知ってた?

シィ君の気持ちに気づいてたの?

じゃ、なんで……?


「わたしなぁ……。初めて男の子と付き合って……それから別れた時に思ってん。付き合うっていうのは、必ずその後に別れがやってくるんやなぁ……って。当たり前のことやねんけどな。誰かを失うっていうのは、めっちゃ辛かってん。

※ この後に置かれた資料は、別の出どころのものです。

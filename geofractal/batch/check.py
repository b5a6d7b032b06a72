"""Everything that can be known of a batch without measuring it."""

from __future__ import annotations

from collections.abc import Iterator
from dataclasses import dataclass
from math import ceil, isfinite

from geofractal.batch.cover_plan import CoverPlan, CoverWork
from geofractal.batch.plan import LayerPlan, Plan, plan_batch
from geofractal.config.models import Batch
from geofractal.errors import LayerError
from geofractal.measure import Column, Quantity
from geofractal.reader.crs import crs_doubt
from geofractal.reader.planes import layer_distortion

BYTES_PER_VERTEX = 16
"""Of a line in two dimensions in any binary format; what else a file holds makes the estimate a bound."""


@dataclass(frozen=True)
class CheckReport:
    """What a batch would do, as lines of text; `failed` tells whether a layer cannot be read."""

    plan: Plan

    @property
    def failed(self) -> bool:
        """Whether a layer cannot be read."""
        return bool(self.plan.failed)

    def lines(self) -> Iterator[str]:
        """Yield the report."""
        yield f"Batch: {self.plan.batch.name}"
        for layer in self.plan.layers:
            yield ""
            yield from _layer_lines(self.plan, layer)
        for cover in self.plan.covers:
            yield ""
            yield from _cover_lines(self.plan, cover)
        for name, error in self.plan.failed.items():
            yield ""
            yield f"Layer {name}: cannot be measured"
            yield f"  {error}"


def check_batch(batch: Batch) -> CheckReport:
    """Check a batch against its layers' headers; no row is measured and nothing is written.

    Raises
    ------
    ConfigError, OutputError
        as `geofractal.batch.plan.plan_batch`
    """
    return CheckReport(plan_batch(batch))


def _layer_lines(plan: Plan, layer: LayerPlan) -> Iterator[str]:
    info = layer.info
    yield f"Layer {layer.name}: {info.layer!r} of {info.path}"
    vertices = info.path.stat().st_size // BYTES_PER_VERTEX
    batches = ceil(info.features / info.rows_per_batch)
    parts = "groups" if layer.work.grouped else f"{batches:,} part{'s' if batches != 1 else ''}"
    yield f"  {info.driver}, {info.geometry}, {info.features:,} rows, at most about {vertices:,} vertices"
    if layer.work.requests:
        yield f"  work: {parts}, {_count(len(layer.work.requests), 'measure')}"
        yield from (f"  {line}" for line in _plane_lines(layer))
    yield f"  {len(layer.columns)} new columns:"
    yield from map(_column_line, layer.columns)
    for table in layer.work.ladders:
        files = " and ".join(str(path) for path in table.targets(plan.batch))
        yield f"  ladder table of {table.request.measure}, one row a feature and rung: {files}"
        yield from map(_column_line, table.columns)
    for word in plan.batch.outputs.formats:
        yield f"  {word}: {plan.targets[layer.name, word]}"
        yield from (f"    not held: {loss}" for loss in plan.losses[layer.name, word])


def _cover_lines(plan: Plan, cover: CoverPlan) -> Iterator[str]:
    """Yield what is known of a class map before its cells are read."""
    raster = cover.raster
    yield f"{'Polygons' if raster is None else 'Class map'} {cover.name}: {cover.files[0]}"
    if raster is not None:
        grid, source, legend = raster.grid, raster.source_grid, raster.legend
        width, height = grid.typical_cell
        yield f"  CRS: {source.crs.name}"
        yield f"  {grid.rows:,} rows and {grid.columns:,} columns of cells of {width:.4g} by {height:.4g} m"
        told = f"  lengths are off by {_percent(source.distortion)} at most on its own grid"
        warped = f", {_percent(grid.distortion)} on the {grid.plane} plane that it is warped to"
        budget = f"; budget: {raster.options.budget_percent:g} %"
        yield f"{told}{warped if cover.warped else ''}{budget}"
        if grid.seam:
            yield f"  warning: {grid.seam}"
        known = legend.names if legend.closed else [*dict.fromkeys(legend.own_names.values())]
        yield f"  classes: {', '.join(known) or 'the codes that are met'}"
    if cover.ground is not None:
        yield f"  CRS: {cover.ground.crs.name}"
        told = f"  distances between polygons are off by {_percent(cover.ground.distortion)} at most on the"
        yield f"{told} {cover.ground.name} plane; budget: {cover.budget_percent:g} %"
    yield from (f"  group {name}: {', '.join(members)}" for name, members in cover.groups.items())
    for work in cover.works:
        yield from _work_lines(work)
    yield from (f"  file: {target}" for target in cover.targets(plan.batch))


def _work_lines(work: CoverWork) -> Iterator[str]:
    request = work.request
    zones = f" and each of the {work.zones.info.features:,} rows of {work.zones.name}" if work.zones else ""
    lines = [f"{one.layer}{f' ({one.width_m:g} m wide)' if one.width_m else ''}" for one in request.barriers]
    barriers = f", cut by {' and '.join(lines)}" if lines else ""
    covers = ", ".join(request.covers) or "every class and group"
    yield f"  {request.measure} of {covers}, for the whole map{zones}{barriers}:"
    yield from map(_column_line, request.quantities())


def _column_line(column: Column | Quantity) -> str:
    unit = f" [{column.unit}]" if column.unit else ""
    return f"    {column.name}{unit}: {column.meaning}"


def _plane_lines(layer: LayerPlan) -> Iterator[str]:
    """Yield the CRS and how far distances are off in it and on the planes over the layer's extent."""
    from pyproj import CRS

    info, projector = layer.info, layer.work.projector
    yield f"CRS: {CRS.from_user_input(info.crs).name}"
    if info.bounds is None:
        return
    try:
        found = layer_distortion(projector.crs, info.bounds)
    except LayerError as error:
        yield f"warning: {error}"
        return
    warning = crs_doubt(projector.crs, info.bounds)
    if warning:
        yield f"warning: {warning}"
    figures = {
        "in the CRS itself": found.crs_distance,
        "on one azimuthal equidistant plane": found.azimuthal,
        "on one conic equidistant plane": found.conic,
    }
    told = [f"{_percent(value)} {where}" for where, value in figures.items() if isfinite(value)]
    if told:
        yield f"worst distance error over the layer's extent: {', '.join(told)}"
    yield f"budget: {_percent(projector.budget)}; each {projector.plane} on its own plane"


def _count(number: int, word: str) -> str:
    return f"{number} {word}{'s' if number != 1 else ''}"


def _percent(share: float) -> str:
    return f"{100.0 * share:.2g} %"
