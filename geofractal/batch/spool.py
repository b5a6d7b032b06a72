"""Result columns on disk, addressed by source row: they join the parts with the writer's own reading."""

from __future__ import annotations

from collections.abc import Sequence
from contextlib import suppress
from pathlib import Path
from typing import Any, Self

import numpy as np
import pyarrow as pa

from geofractal.measure import Column, Ints
from geofractal.writer.commit import in_plain_words

_STORED = {"number": "<f8", "count": "<i8", "text": "<i4", "flag": "i1"}
ROW, FID = "source_row", "source_fid"
"""Names of the columns that a part's results have beside their figures."""

_NO_ID = np.iinfo(np.int64).min


class RowSpool:
    """A file of fixed-size records, one per source row.

    Parts may come in any order of rows, and memory does not grow with their number; only the
    vocabulary of distinct texts (verdicts, notes) is kept.

    Parameters
    ----------
    path : file to create
    columns : the result columns, in output order
    n_rows : rows of the source layer
    """

    def __init__(self, path: Path, columns: Sequence[Column], n_rows: int) -> None:
        self.columns = tuple(columns)
        self.n_rows = n_rows
        self.rows_written = 0
        self._record = np.dtype([(FID, "<i8"), *((c.name, _STORED[c.kind]) for c in self.columns)])
        self._texts: list[str] = []
        self._codes: dict[str, int] = {}
        self._path = path
        with in_plain_words(path):
            self._file = path.open("w+b")

    def write(self, batch: pa.RecordBatch) -> None:
        """Write one record for each row of a part's results; their source rows increase."""
        rows = batch.column(ROW).to_numpy()
        records = np.empty(len(rows), self._record)
        records[FID] = batch.column(FID).fill_null(_NO_ID).to_numpy()
        for column in self.columns:
            records[column.name] = self._stored(column, batch.column(column.name))
        breaks = np.flatnonzero(np.diff(rows) != 1) + 1
        for run_rows, run in zip(np.split(rows, breaks), np.split(records, breaks), strict=True):
            if len(run):
                with in_plain_words(self._path):
                    self._file.seek(int(run_rows[0]) * self._record.itemsize)
                    self._file.write(run.tobytes())
                    self._file.flush()  # a full disk is told here, not when the file is read or closed
        self.rows_written += len(rows)

    def read(self, start: int, stop: int) -> pa.RecordBatch:
        """Return the columns of rows `start` to `stop`, nulls as Arrow nulls."""
        records = self._records(start, stop)
        arrays = [self._arrow(c, records[c.name]) for c in self.columns]
        return pa.RecordBatch.from_arrays(arrays, names=[c.name for c in self.columns])

    def fids(self, start: int, stop: int) -> Ints | None:
        """Return the source's feature ids of these rows, or None where the format has none."""
        fids = self._records(start, stop)[FID].astype(np.int64)
        return None if len(fids) and fids[0] == _NO_ID else fids

    def __enter__(self) -> Self:
        """Return the spool itself."""
        return self

    def __exit__(self, *_: object) -> None:
        """Close the file and remove it."""
        with suppress(OSError):  # what could not be written was told when it was to be
            self._file.close()
        self._path.unlink(missing_ok=True)

    def _records(self, start: int, stop: int) -> Any:
        size = self._record.itemsize
        self._file.seek(start * size)
        return np.frombuffer(self._file.read((stop - start) * size), self._record)

    def _stored(self, column: Column, array: pa.Array) -> Any:
        if column.kind == "text":
            encoded = array.dictionary_encode()
            codes = np.array([self._code(text) for text in encoded.dictionary.to_pylist()] + [-1], np.int32)
            return codes[encoded.indices.fill_null(len(codes) - 1).to_numpy(zero_copy_only=False)]
        null = {"number": np.nan, "count": np.iinfo(np.int64).min, "flag": -1}[column.kind]
        array = array.cast(pa.int8()) if column.kind == "flag" else array
        return array.fill_null(null).to_numpy(zero_copy_only=False)

    def _code(self, text: str) -> int:
        if text not in self._codes:
            self._codes[text] = len(self._texts)
            self._texts.append(text)
        return self._codes[text]

    def _arrow(self, column: Column, stored: Any) -> pa.Array:
        if column.kind == "number":
            return pa.array(stored, pa.float64(), mask=np.isnan(stored))
        if column.kind == "count":
            return pa.array(stored, pa.int64(), mask=stored == np.iinfo(np.int64).min)
        if column.kind == "flag":
            return pa.array(stored == 1, mask=stored < 0)
        indices = pa.array(stored, pa.int32(), mask=stored < 0)
        return pa.DictionaryArray.from_arrays(indices, pa.array(self._texts, pa.string())).cast(pa.string())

元の関係になんて、簡単には戻られへん」


うん……。

そうだね……。

わたしもそうだった。

忘れようとすればするほど、絡みついて逃れられなかった。

こんなに辛いなら、最初から付き合わなければ良かったとさえ思うこともあった。


「その時、思ってん。ナオとだけは付き合わんとこって。ナオを失うのだけは嫌やってん」


ユカリちゃん……それって……。


「誰と付き合っても、わたしにとって一番大切なんは、ナオやった。幼馴染でいたら、ずっと近くに居られるから……。それで良かった。この関係を壊すのが怖かってん」


ユカリちゃん……。


もう、わたしも涙で顔がぐしょぐしょだった。


それって……最上級の愛情だよ。


傍に居たいから、今の関係を壊したくない。

わたしも、今そうやって“友達”を演じている。

けどユカリちゃんは、何年もそんな想いをずっと抱えていたんだ……。


わたしは片思いだからしょうがない。

だけど、二人は違う……!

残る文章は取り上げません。